**Task description**
Repeat exactly the lines below that lie between the line with "taken as the" and the line with "thumb the fit", counting both of those lines as part of the answer.

***

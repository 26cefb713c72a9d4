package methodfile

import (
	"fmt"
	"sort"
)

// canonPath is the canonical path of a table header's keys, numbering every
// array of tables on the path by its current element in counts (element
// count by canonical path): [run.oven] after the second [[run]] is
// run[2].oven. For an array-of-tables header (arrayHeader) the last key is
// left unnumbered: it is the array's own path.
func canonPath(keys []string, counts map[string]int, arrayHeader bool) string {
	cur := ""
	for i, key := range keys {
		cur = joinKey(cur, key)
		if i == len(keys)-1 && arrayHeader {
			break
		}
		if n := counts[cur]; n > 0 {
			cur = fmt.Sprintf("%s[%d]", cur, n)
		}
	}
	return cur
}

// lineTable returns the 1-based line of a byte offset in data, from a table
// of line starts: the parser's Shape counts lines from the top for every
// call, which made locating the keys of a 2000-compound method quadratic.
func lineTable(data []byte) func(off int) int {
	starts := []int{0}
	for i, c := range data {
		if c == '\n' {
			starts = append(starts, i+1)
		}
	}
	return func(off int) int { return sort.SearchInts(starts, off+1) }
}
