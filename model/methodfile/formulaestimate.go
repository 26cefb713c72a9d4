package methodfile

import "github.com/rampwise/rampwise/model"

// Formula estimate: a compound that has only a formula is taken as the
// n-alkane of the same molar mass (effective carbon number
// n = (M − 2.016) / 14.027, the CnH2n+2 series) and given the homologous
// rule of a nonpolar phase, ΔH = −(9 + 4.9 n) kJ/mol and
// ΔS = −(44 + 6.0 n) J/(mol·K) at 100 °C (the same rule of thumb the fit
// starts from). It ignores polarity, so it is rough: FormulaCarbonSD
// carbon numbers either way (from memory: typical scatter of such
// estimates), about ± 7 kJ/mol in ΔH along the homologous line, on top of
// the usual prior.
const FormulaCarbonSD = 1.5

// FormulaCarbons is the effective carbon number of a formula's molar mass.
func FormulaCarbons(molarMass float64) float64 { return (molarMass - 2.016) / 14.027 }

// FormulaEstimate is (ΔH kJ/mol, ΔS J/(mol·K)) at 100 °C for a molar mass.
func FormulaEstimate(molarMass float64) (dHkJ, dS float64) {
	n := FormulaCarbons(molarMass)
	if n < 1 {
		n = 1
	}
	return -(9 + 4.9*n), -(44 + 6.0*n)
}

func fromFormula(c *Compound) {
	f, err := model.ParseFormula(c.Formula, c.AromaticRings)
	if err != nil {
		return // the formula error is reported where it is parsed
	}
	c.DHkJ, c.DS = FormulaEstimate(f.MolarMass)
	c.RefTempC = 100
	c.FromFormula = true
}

***

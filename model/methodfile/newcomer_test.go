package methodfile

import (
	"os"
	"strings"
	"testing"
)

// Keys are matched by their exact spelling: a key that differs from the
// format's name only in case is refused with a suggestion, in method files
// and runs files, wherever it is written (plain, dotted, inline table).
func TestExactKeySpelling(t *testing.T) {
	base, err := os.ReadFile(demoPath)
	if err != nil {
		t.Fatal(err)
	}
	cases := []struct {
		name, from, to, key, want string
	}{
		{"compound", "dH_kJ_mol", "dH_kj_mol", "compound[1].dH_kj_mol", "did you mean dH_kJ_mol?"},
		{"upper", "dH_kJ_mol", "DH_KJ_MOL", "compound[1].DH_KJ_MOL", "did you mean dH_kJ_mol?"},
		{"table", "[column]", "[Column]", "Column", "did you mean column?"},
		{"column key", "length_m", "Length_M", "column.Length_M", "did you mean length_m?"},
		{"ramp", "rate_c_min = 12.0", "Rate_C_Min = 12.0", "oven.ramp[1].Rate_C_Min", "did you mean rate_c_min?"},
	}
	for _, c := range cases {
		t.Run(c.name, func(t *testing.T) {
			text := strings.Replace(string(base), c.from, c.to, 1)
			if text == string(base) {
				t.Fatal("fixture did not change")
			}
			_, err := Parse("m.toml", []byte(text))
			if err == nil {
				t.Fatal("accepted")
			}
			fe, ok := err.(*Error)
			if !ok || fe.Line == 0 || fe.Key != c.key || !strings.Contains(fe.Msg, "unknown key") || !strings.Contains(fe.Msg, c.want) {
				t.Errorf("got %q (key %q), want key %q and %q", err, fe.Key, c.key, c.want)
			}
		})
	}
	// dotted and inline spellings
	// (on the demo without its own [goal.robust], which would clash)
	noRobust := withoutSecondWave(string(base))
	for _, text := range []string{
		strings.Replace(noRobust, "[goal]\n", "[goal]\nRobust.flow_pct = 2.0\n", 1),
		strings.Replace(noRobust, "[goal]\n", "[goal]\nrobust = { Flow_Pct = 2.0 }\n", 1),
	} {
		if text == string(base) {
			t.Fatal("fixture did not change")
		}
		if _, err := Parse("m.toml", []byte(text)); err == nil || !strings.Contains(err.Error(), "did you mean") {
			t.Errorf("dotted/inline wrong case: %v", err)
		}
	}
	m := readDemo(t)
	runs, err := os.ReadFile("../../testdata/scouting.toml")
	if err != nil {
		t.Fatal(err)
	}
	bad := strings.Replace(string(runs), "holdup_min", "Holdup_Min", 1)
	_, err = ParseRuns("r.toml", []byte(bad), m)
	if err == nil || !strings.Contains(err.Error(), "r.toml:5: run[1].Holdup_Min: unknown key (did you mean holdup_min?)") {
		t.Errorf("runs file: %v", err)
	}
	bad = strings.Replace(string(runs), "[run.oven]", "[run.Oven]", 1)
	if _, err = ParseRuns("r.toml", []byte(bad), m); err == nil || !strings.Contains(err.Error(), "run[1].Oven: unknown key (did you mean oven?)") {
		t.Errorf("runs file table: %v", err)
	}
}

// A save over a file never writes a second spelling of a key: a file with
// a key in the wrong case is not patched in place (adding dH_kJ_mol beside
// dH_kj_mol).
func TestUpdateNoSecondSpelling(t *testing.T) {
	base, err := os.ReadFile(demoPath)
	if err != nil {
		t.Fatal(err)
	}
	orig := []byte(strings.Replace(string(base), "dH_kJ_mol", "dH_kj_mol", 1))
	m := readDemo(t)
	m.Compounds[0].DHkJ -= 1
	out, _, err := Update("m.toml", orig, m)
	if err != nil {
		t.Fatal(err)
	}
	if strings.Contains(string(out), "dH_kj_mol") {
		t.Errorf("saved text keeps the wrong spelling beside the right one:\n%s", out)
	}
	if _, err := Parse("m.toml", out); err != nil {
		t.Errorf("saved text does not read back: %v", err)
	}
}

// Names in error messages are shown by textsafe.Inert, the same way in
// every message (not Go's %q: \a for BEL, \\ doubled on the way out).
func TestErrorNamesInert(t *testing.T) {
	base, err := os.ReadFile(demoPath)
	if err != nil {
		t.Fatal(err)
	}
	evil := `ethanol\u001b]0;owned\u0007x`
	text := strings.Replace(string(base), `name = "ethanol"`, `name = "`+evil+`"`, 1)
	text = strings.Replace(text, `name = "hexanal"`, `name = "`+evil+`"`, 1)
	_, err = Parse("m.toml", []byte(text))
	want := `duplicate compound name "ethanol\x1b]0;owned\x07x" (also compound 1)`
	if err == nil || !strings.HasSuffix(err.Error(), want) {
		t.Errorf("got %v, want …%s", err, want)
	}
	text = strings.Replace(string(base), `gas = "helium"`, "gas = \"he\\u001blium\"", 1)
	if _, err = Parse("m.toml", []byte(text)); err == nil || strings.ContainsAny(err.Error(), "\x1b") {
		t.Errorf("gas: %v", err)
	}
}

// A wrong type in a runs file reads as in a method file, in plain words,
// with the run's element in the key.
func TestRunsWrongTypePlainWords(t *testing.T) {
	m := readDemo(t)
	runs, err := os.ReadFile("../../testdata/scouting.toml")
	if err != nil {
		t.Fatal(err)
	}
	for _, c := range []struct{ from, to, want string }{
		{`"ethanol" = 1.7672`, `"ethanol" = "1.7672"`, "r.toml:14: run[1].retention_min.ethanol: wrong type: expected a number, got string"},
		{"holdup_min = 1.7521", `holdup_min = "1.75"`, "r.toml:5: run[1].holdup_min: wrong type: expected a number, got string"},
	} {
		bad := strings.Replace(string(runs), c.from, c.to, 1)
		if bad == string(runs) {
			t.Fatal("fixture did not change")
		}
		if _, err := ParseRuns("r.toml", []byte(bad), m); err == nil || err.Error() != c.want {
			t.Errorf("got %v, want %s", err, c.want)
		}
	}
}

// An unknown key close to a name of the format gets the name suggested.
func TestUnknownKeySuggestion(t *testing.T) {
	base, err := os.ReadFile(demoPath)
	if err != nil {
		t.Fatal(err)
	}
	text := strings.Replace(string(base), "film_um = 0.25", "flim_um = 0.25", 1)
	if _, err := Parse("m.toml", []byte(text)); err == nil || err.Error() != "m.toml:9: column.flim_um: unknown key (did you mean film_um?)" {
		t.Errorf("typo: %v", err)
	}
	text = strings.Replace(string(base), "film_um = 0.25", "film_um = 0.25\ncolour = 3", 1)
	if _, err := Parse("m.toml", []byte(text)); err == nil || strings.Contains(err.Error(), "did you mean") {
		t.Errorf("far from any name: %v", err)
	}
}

***

**Answer to this problem**
// Formula estimate: a compound that has only a formula is taken as the
// n-alkane of the same molar mass (effective carbon number
// n = (M − 2.016) / 14.027, the CnH2n+2 series) and given the homologous
// rule of a nonpolar phase, ΔH = −(9 + 4.9 n) kJ/mol and
// ΔS = −(44 + 6.0 n) J/(mol·K) at 100 °C (the same rule of thumb the fit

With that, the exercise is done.